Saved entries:
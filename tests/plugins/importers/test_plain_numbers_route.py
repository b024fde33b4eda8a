"""The fast route for plain numbers (:func:`readers._plain_numbers`) does its documented job itself: every
cell a finite number gives the float array (Python's float parsing), anything else None (the careful route
then reads the cells and names a bad one). Invented cells."""

from __future__ import annotations

import numpy as np
from vzero.plugins.importers import readers


def test_plain_cells_give_the_array_and_others_none() -> None:
    rows = [["0", "25.0", "0.1", " 1e-05"], ["30", "25.1", "+2.5", "7."]]
    got = readers._plain_numbers(rows, [0, 2, 3])
    assert got is not None
    # the reference: Python's float() of each cell
    np.testing.assert_array_equal(got, [[float(r[c]) for c in (0, 2, 3)] for r in rows])
    assert readers._plain_numbers(rows, [1]).tolist() == [[25.0], [25.1]]
    assert readers._plain_numbers([["0", "OVER"]], [0, 1]) is None  # a token: the careful route
    assert readers._plain_numbers([["0", "inf"]], [0, 1]) is None  # not finite
    assert readers._plain_numbers(rows, []) is None  # no columns to read
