"""Plate layouts from long files, grid files and recipe declarations; expected values are the invented
numbers written in tests/data/readers/layout_*.csv or in the declarations below."""

from __future__ import annotations

import io
from pathlib import Path

import numpy as np
import pytest
from numpy.testing import assert_allclose
from vzero.errors import InputFileError, LayoutError
from vzero.plugins.importers.layouts import BASE_COLUMNS, check_match, expand_declared_layout, read_layout

DATA = Path(__file__).parents[2] / "data" / "readers"


def test_long_layout_units_and_columns() -> None:
    df = read_layout((DATA / "layout_long.csv").read_bytes(), source="layout_long.csv", plate_size=96)
    assert list(df.columns[: len(BASE_COLUMNS)]) == list(BASE_COLUMNS)
    assert "note" in df.columns
    assert list(df["well"]) == ["A1", "A2", "B1", "B2", "H12"]
    assert_allclose(df["substrate"], [200, 100, 200, 100, 200])
    assert np.isnan(df["inhibitor"].iloc[4])
    assert list(df["role"]) == ["sample"] * 4 + ["blank"]
    assert list(df["replicate"]) == ["1", "1", "2", "2", ""]
    assert df.attrs["units"] == {"substrate": "uM", "enzyme": "nM", "inhibitor": "uM"}
    assert df["note"].iloc[2] == "fresh stock"


def test_long_layout_semicolon_micro_sign_and_no_role() -> None:
    text = "well;substrate [µM]\nA1;1,5\nA2;3\n".encode("latin-1")
    df = read_layout(text, source="l.txt", plate_size=None)
    assert df.attrs["units"] == {"substrate": "µM"}
    assert_allclose(df["substrate"], [1.5, 3.0])
    assert (df["role"] == "sample").all() and df.attrs["assumptions"]


def test_grid_layout() -> None:
    df = read_layout((DATA / "layout_grid.csv").read_bytes(), source="layout_grid.csv", plate_size=96)
    assert len(df) == 96 and df["well"].iloc[13] == "B2"
    # row A of the substrate block: 400 halved along columns 1-8
    assert_allclose(df["substrate"].iloc[:8], 400 / 2 ** np.arange(8))
    assert np.isnan(df["substrate"].iloc[8])
    assert df.attrs["units"] == {"substrate": "uM"}
    assert (df["role"] == "sample").sum() == 24 and (df["role"] == "blank").sum() == 3
    assert df.set_index("well").loc["H1", "role"] == "blank" and df.set_index("well").loc["H4", "role"] == "empty"
    assert (df["group"] == "wt").sum() == 24
    with pytest.raises(LayoutError, match="shaped for 96 wells"):
        read_layout((DATA / "layout_grid.csv").read_bytes(), source="g", plate_size=384)


def test_grid_layout_xlsx_corner_title() -> None:
    import openpyxl

    wb = openpyxl.Workbook()
    ws = wb.active
    ws.append(["enzyme (nM)", *range(1, 13)])
    for r in "ABCDEFGH":
        ws.append([r, *([2.5] * 12)])
    buf = io.BytesIO()
    wb.save(buf)
    df = read_layout(buf.getvalue(), source="g.xlsx", plate_size=96)
    assert_allclose(df["enzyme"], 2.5)
    assert df.attrs["units"] == {"enzyme": "nM"}


def test_layout_errors() -> None:
    with pytest.raises(LayoutError) as info:
        read_layout(b"well,role\nA1,sample\nB1,blank\nA01,sample\n", source="l.csv")
    assert info.value.well == "A1" and "rows 2 and 4" in str(info.value)
    with pytest.raises(LayoutError, match="unknown role 'control'"):
        read_layout(b"well,role\nA1,control\n", source="l.csv")
    with pytest.raises(LayoutError, match="not a number"):
        read_layout(b"well,substrate\nA1,lots\n", source="l.csv")
    with pytest.raises(LayoutError, match="not on a 96-well plate"):
        read_layout(b"well\nA13\n", source="l.csv", plate_size=96)
    bad_rows = b"s\n,1,2,3,4,5,6,7,8,9,10,11,12\nA,1\nC,1\n"
    with pytest.raises(LayoutError, match="expected row B"):
        read_layout(bad_rows, source="g.csv")
    with pytest.raises(InputFileError, match="no layout found"):
        read_layout(b"just some words\nand more\n", source="g.csv")


SPEC = {
    "units": {"substrate": "uM", "enzyme": "nM"},
    "series": [
        {
            "variable": "substrate",
            "start": 400,
            "factor": 0.5,
            "direction": "columns",
            "steps": "1-8",
            "lines": ["A", "B", "C"],
            "group": "wt",
            "zero_last": True,
            "set": {"enzyme": 5},
        },
        {
            "variable": "product",
            "start": 50,
            "factor": 0.5,
            "direction": "rows",
            "steps": "A-F",
            "lines": [12],
            "role": "standard",
            "group": "std",
        },
    ],
    "wells": [{"wells": "H1:H3", "role": "blank", "set": {"substrate": 400, "enzyme": 0}}],
}


def test_declared_layout() -> None:
    df = expand_declared_layout(SPEC, 96).set_index("well")
    # two-fold series 400, 200, ..., 6.25 then 0 in column 8 (zero_last), three replicate rows
    assert_allclose(df.loc[["A1", "A2", "A7", "A8"], "substrate"], [400, 200, 6.25, 0])
    assert list(df.loc[["A1", "B1", "C1"], "replicate"]) == ["1", "2", "3"]
    assert (df.loc[["A1", "C8"], "enzyme"] == 5).all()
    assert_allclose(df.loc[["A12", "B12", "F12"], "product"], [50, 25, 1.5625])
    assert (df.loc[["A12", "F12"], "role"] == "standard").all()
    assert list(df.loc[["H1", "H2", "H3"], "role"]) == ["blank"] * 3 and df.loc["H1", "group"] == "blank"
    assert df.loc["D1", "role"] == "empty" and np.isnan(df.loc["D1", "substrate"])
    assert (df["role"] != "empty").sum() == 24 + 6 + 3
    assert expand_declared_layout(SPEC, 96).attrs["units"] == {"substrate": "uM", "enzyme": "nM"}


def test_declared_layout_errors() -> None:
    twice = {**SPEC, "wells": [{"wells": ["A1"], "role": "blank"}]}
    with pytest.raises(LayoutError, match=r"A1 is declared twice \(series\[0\] and wells\[0\]\)"):
        expand_declared_layout(twice, 96)
    with pytest.raises(LayoutError, match=r"series\[0\]\.factor"):
        expand_declared_layout({"series": [{**SPEC["series"][0], "factor": -1}]}, 96)  # type: ignore[dict-item]
    with pytest.raises(LayoutError, match=r"steps: 'Z'"):
        expand_declared_layout({"series": [{**SPEC["series"][0], "direction": "rows", "steps": ["Z"]}]}, 96)  # type: ignore[dict-item]
    with pytest.raises(LayoutError, match="unknown key"):
        expand_declared_layout({"sereis": []}, 96)


def test_check_match() -> None:
    check_match(["A1", "A2"], ["A02", "a1"], "p.csv")
    with pytest.raises(LayoutError) as info:
        check_match(["A1", "A2", "A3"], ["A1", "B1"], "p.csv")
    msg = str(info.value)
    assert "data but not in the layout: A2, A3" in msg and "layout but not in the data: B1" in msg
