"""Blanks that fail are replaced, loudly: skipped with a warning naming them, their wells use the next match."""

from __future__ import annotations

import numpy as np
import pandas as pd
from numpy.testing import assert_allclose
from vzero.data import Traces
from vzero.params import validate
from vzero.plugins.blank import MeanBlank
from vzero.stage import StageInput


def _run(signal, wells, **written):
    settings, problems = validate(MeanBlank.params, written)
    assert not problems
    t = np.arange(signal.shape[1], dtype=float) * 10.0
    traces = Traces("p", t, signal, np.isfinite(signal), np.zeros_like(signal, bool), wells, "AU",
                    {"substrate": "mM", "inhibitor": "mM"})
    warnings: list[str] = []
    out = MeanBlank(**settings).run(StageInput(artifacts={"traces": traces}, plate={"name": "p"}, inputs={},
                                               recipe={}, registry=None, warn=warnings.append))
    return out.artifacts["traces"], warnings


def _plate():
    # invented: samples at 1, 2 and 5 mM substrate; blanks per level carry the substrate's own absorbance
    # (0.1 AU/mM) and a background rate of 1e-5 AU/s per mM; the 5-mM blanks saturate at every read
    t = np.arange(6) * 10.0
    sub = np.array([1.0, 2.0, 5.0, 1.0, 2.0, 5.0, 5.0])
    role = ["sample"] * 3 + ["blank"] * 4
    base = 0.1 * sub[:, None] + 1e-5 * sub[:, None] * t
    signal = base + np.where(np.arange(7) < 3, 1e-3, 0.0)[:, None] * t
    signal[5:] = np.nan
    wells = pd.DataFrame({"well": ["A1", "A2", "A3", "H1", "H2", "H3", "H4"], "role": role, "substrate": sub,
                          "inhibitor": [0.0, 0.0, 0.0, 0.0, 0.0, 0.0, 0.0]})
    return t, signal, wells


def test_saturated_blanks_are_skipped_and_named():
    t, signal, wells = _plate()
    out, warnings = _run(signal, wells, match="substrate")
    assert any("H3, H4" in w and "skipped" in w for w in warnings)
    assert any("A3" in w and "nearest level" in w for w in warnings)
    # the 5-mM sample keeps every read; minus the 2-mM blank: the enzyme's 1e-3 AU/s plus the difference of
    # the background rates (5 - 2) x 1e-5 AU/s, and a constant offset of 0.3 AU
    assert np.isfinite(out.signal[2]).all()
    assert_allclose(np.diff(out.signal[2]) / 10.0, 1e-3 + 3e-5, rtol=1e-9)
    assert list(out.wells["blanks"][:3]) == ["H1", "H2", "H2"]
    assert list(out.wells["blank_match"][:3]) == ["matched", "matched", "nearest level"]
    assert_allclose(out.signal[0], 1e-3 * t, atol=1e-12)


def test_substrate_and_inhibitor_match_falls_back_to_same_substrate():
    _, signal, wells = _plate()
    wells = wells.assign(inhibitor=[0.0, 0.5, 0.0, 0.0, 0.0, 0.0, 0.0])
    out, warnings = _run(signal, wells, match="substrate+inhibitor")
    assert list(out.wells["blank_match"][:2]) == ["matched", "same substrate"]
    assert any("A2" in w and "same substrate" in w for w in warnings)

Aim of the task: Find the lines above that hold "params", then copy each of them.

Task answer:
from vzero.params import validate
    settings, problems = validate(MeanBlank.params, written)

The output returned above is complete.